• [Exercise prompt]:
Could you copy all of the records below exactly as they appear?

◆ ◆ ◆ ◆ ◆ ◆ ◆

/// The volume-with-leakage reading of the estimated source impedance (see
/// [`EquivalentSource`]); `None` with fewer than two harmonics estimated
/// without flags.
fn equivalent_source(
    bench: &Bench,
    harmonics: &[HarmonicResult],
    impedance_draws: &[Vec<Option<C64>>],
) -> Option<EquivalentSource> {
    let used: Vec<&HarmonicResult> = harmonics
        .iter()
        .filter(|h| h.status == HarmonicStatus::Estimated)
        .collect();
    if used.len() < 2 {
        return None;
    }
    let b = bench.fluid.bulk_modulus_pa;
    // var Ys per harmonic from the draws (about the estimate).
    let var: Vec<f64> = used
        .iter()
        .map(|h| {
            let k = (h.order - 1) as usize;
            let y0 = h.impedance.value.inv();
            let d: Vec<f64> = impedance_draws
                .iter()
                .filter_map(|dr| dr[k].map(|z| (z.inv() - y0).norm_sqr()))
                .collect();
            if d.len() >= 2 {
                d.iter().sum::<f64>() / d.len() as f64
            } else {
                0.0
            }
        })
        .collect();
    let fit_of = |zs: &[C64]| -> Option<(f64, f64)> {
        let points: Vec<(f64, C64, f64)> = used
            .iter()
            .zip(zs)
            .zip(&var)
            .map(|((h, z), v)| (h.freq_hz, *z, *v))
            .collect();
        match ImpedanceModel::build(&points, ImpedanceFit::CapacitanceLeakage) {
            Ok(ImpedanceModel::CapacitanceLeakage {
                conductance,
                capacitance,
            }) => Some((conductance, capacitance)),
            _ => None,
        }
    };
    let nominal: Vec<C64> = used.iter().map(|h| h.impedance.value).collect();
    let (g, c) = fit_of(&nominal)?;
    let model = |f: f64| C64::new(g, std::f64::consts::TAU * f * c);
    let misfit = (used
        .iter()
        .map(|h| {
            let y = h.impedance.value.inv();
            ((y - model(h.freq_hz)).norm() / y.norm()).powi(2)
        })
        .sum::<f64>()
        / used.len() as f64)
        .sqrt();
    let known = var.iter().all(|v| *v > 0.0);
    let reduced_chi_square = known.then(|| {
        used.iter()
            .zip(&var)
            .map(|(h, v)| (h.impedance.value.inv() - model(h.freq_hz)).norm_sqr() / v)
            .sum::<f64>()
            * 2.0
            / (2.0 * used.len() as f64 - 2.0)
    });
    let (mut g_d, mut v_d) = (Vec::new(), Vec::new());
    for dr in impedance_draws {
        let zs: Option<Vec<C64>> = used.iter().map(|h| dr[(h.order - 1) as usize]).collect();
        if let Some((gd, cd)) = zs.as_deref().and_then(fit_of) {
            g_d.push(gd);
            v_d.push(cd * b);
        }
    }
    Some(EquivalentSource {
        volume_m3: Scalar {
            value: c * b,
            uncertainty: real_spread(&v_d),
        },
        leakage_conductance: Scalar {
            value: g,
            uncertainty: real_spread(&g_d),
        },
        orders: used.iter().map(|h| h.order).collect(),
        misfit,
        reduced_chi_square,
    })
}

/// The median of some values (NaN when there are none).
fn median(values: impl Iterator<Item = f64>) -> f64 {
    let mut v: Vec<f64> = values.collect();
    if v.is_empty() {
        return f64::NAN;
    }
    v.sort_by(f64::total_cmp);
    let n = v.len();
    if n % 2 == 1 {
        v[n / 2]
    } else {
        0.5 * (v[n / 2 - 1] + v[n / 2])
    }
}

/// One draw of the reference errors of every condition: δθ_j ~ N(0, u_j²)
/// for the parameters fitted in a condition (or given by its tacho), and
/// for a held pumping frequency the mean of the draws of the pump-run
/// conditions' fitted frequencies (the value held is their mean).
fn reference_draw(bench: &Bench, data: &[ConditionSpectra], rng: &mut Rng) -> Vec<Vec<f64>> {
    let mut delta: Vec<Vec<f64>> = data
        .iter()
        .map(|d| {
            d.reference
                .iter()
                .map(|r| match r.kind {
                    ReferenceKind::HeldPumpFrequency => 0.0,
                    _ => r.uncertainty * rng.normal(),
                })
                .collect()
        })
        .collect();
    let fitted: Vec<f64> = bench
        .conditions
        .iter()
        .zip(data)
        .enumerate()
        .filter(|(_, (c, _))| c.kind == ConditionKind::Pump)
        .filter_map(|(i, (_, d))| {
            d.reference
                .iter()
                .position(|r| r.kind == ReferenceKind::PumpFrequency)
                .map(|j| delta[i][j])
        })
        .collect();
    if !fitted.is_empty() {
        let mean = fitted.iter().sum::<f64>() / fitted.len() as f64;
        for (d, dl) in data.iter().zip(&mut delta) {
            for (r, v) in d.reference.iter().zip(dl.iter_mut()) {
                if r.kind == ReferenceKind::HeldPumpFrequency {
                    *v = mean;
                }
            }
        }
    }
    delta
}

◆ ◆ ◆ ◆ ◆ ◆ ◆

• [Answer to this exercise]:
/// The volume-with-leakage reading of the estimated source impedance (see
/// [`EquivalentSource`]); `None` with fewer than two harmonics estimated
/// without flags.
fn equivalent_source(
    bench: &Bench,
    harmonics: &[HarmonicResult],
    impedance_draws: &[Vec<Option<C64>>],
) -> Option<EquivalentSource> {
    let used: Vec<&HarmonicResult> = harmonics
        .iter()
        .filter(|h| h.status == HarmonicStatus::Estimated)
        .collect();
    if used.len() < 2 {
        return None;
    }
    let b = bench.fluid.bulk_modulus_pa;
    // var Ys per harmonic from the draws (about the estimate).
    let var: Vec<f64> = used
        .iter()
        .map(|h| {
            let k = (h.order - 1) as usize;
            let y0 = h.impedance.value.inv();
            let d: Vec<f64> = impedance_draws
                .iter()
                .filter_map(|dr| dr[k].map(|z| (z.inv() - y0).norm_sqr()))
                .collect();
            if d.len() >= 2 {
                d.iter().sum::<f64>() / d.len() as f64
            } else {
                0.0
            }
        })
        .collect();
    let fit_of = |zs: &[C64]| -> Option<(f64, f64)> {
        let points: Vec<(f64, C64, f64)> = used
            .iter()
            .zip(zs)
            .zip(&var)
            .map(|((h, z), v)| (h.freq_hz, *z, *v))
            .collect();
        match ImpedanceModel::build(&points, ImpedanceFit::CapacitanceLeakage) {
            Ok(ImpedanceModel::CapacitanceLeakage {
                conductance,
                capacitance,
            }) => Some((conductance, capacitance)),
            _ => None,
        }
    };
    let nominal: Vec<C64> = used.iter().map(|h| h.impedance.value).collect();
    let (g, c) = fit_of(&nominal)?;
    let model = |f: f64| C64::new(g, std::f64::consts::TAU * f * c);
    let misfit = (used
        .iter()
        .map(|h| {
            let y = h.impedance.value.inv();
            ((y - model(h.freq_hz)).norm() / y.norm()).powi(2)
        })
        .sum::<f64>()
        / used.len() as f64)
        .sqrt();
    let known = var.iter().all(|v| *v > 0.0);
    let reduced_chi_square = known.then(|| {
        used.iter()
            .zip(&var)
            .map(|(h, v)| (h.impedance.value.inv() - model(h.freq_hz)).norm_sqr() / v)
            .sum::<f64>()
            * 2.0
            / (2.0 * used.len() as f64 - 2.0)
    });
    let (mut g_d, mut v_d) = (Vec::new(), Vec::new());
    for dr in impedance_draws {
        let zs: Option<Vec<C64>> = used.iter().map(|h| dr[(h.order - 1) as usize]).collect();
        if let Some((gd, cd)) = zs.as_deref().and_then(fit_of) {
            g_d.push(gd);
            v_d.push(cd * b);
        }
    }
    Some(EquivalentSource {
        volume_m3: Scalar {
            value: c * b,
            uncertainty: real_spread(&v_d),
        },
        leakage_conductance: Scalar {
            value: g,
            uncertainty: real_spread(&g_d),
        },
        orders: used.iter().map(|h| h.order).collect(),
        misfit,
        reduced_chi_square,
    })
}

/// The median of some values (NaN when there are none).
fn median(values: impl Iterator<Item = f64>) -> f64 {
    let mut v: Vec<f64> = values.collect();
    if v.is_empty() {
        return f64::NAN;
    }
    v.sort_by(f64::total_cmp);
    let n = v.len();
    if n % 2 == 1 {
        v[n / 2]
    } else {
        0.5 * (v[n / 2 - 1] + v[n / 2])
    }
}

/// One draw of the reference errors of every condition: δθ_j ~ N(0, u_j²)
/// for the parameters fitted in a condition (or given by its tacho), and
/// for a held pumping frequency the mean of the draws of the pump-run
/// conditions' fitted frequencies (the value held is their mean).
fn reference_draw(bench: &Bench, data: &[ConditionSpectra], rng: &mut Rng) -> Vec<Vec<f64>> {
    let mut delta: Vec<Vec<f64>> = data
        .iter()
        .map(|d| {
            d.reference
                .iter()
                .map(|r| match r.kind {
                    ReferenceKind::HeldPumpFrequency => 0.0,
                    _ => r.uncertainty * rng.normal(),
                })
                .collect()
        })
        .collect();
    let fitted: Vec<f64> = bench
        .conditions
        .iter()
        .zip(data)
        .enumerate()
        .filter(|(_, (c, _))| c.kind == ConditionKind::Pump)
        .filter_map(|(i, (_, d))| {
            d.reference
                .iter()
                .position(|r| r.kind == ReferenceKind::PumpFrequency)
                .map(|j| delta[i][j])
        })
        .collect();
    if !fitted.is_empty() {
        let mean = fitted.iter().sum::<f64>() / fitted.len() as f64;
        for (d, dl) in data.iter().zip(&mut delta) {
            for (r, v) in d.reference.iter().zip(dl.iter_mut()) {
                if r.kind == ReferenceKind::HeldPumpFrequency {
                    *v = mean;
                }
            }
        }
    }
    delta
}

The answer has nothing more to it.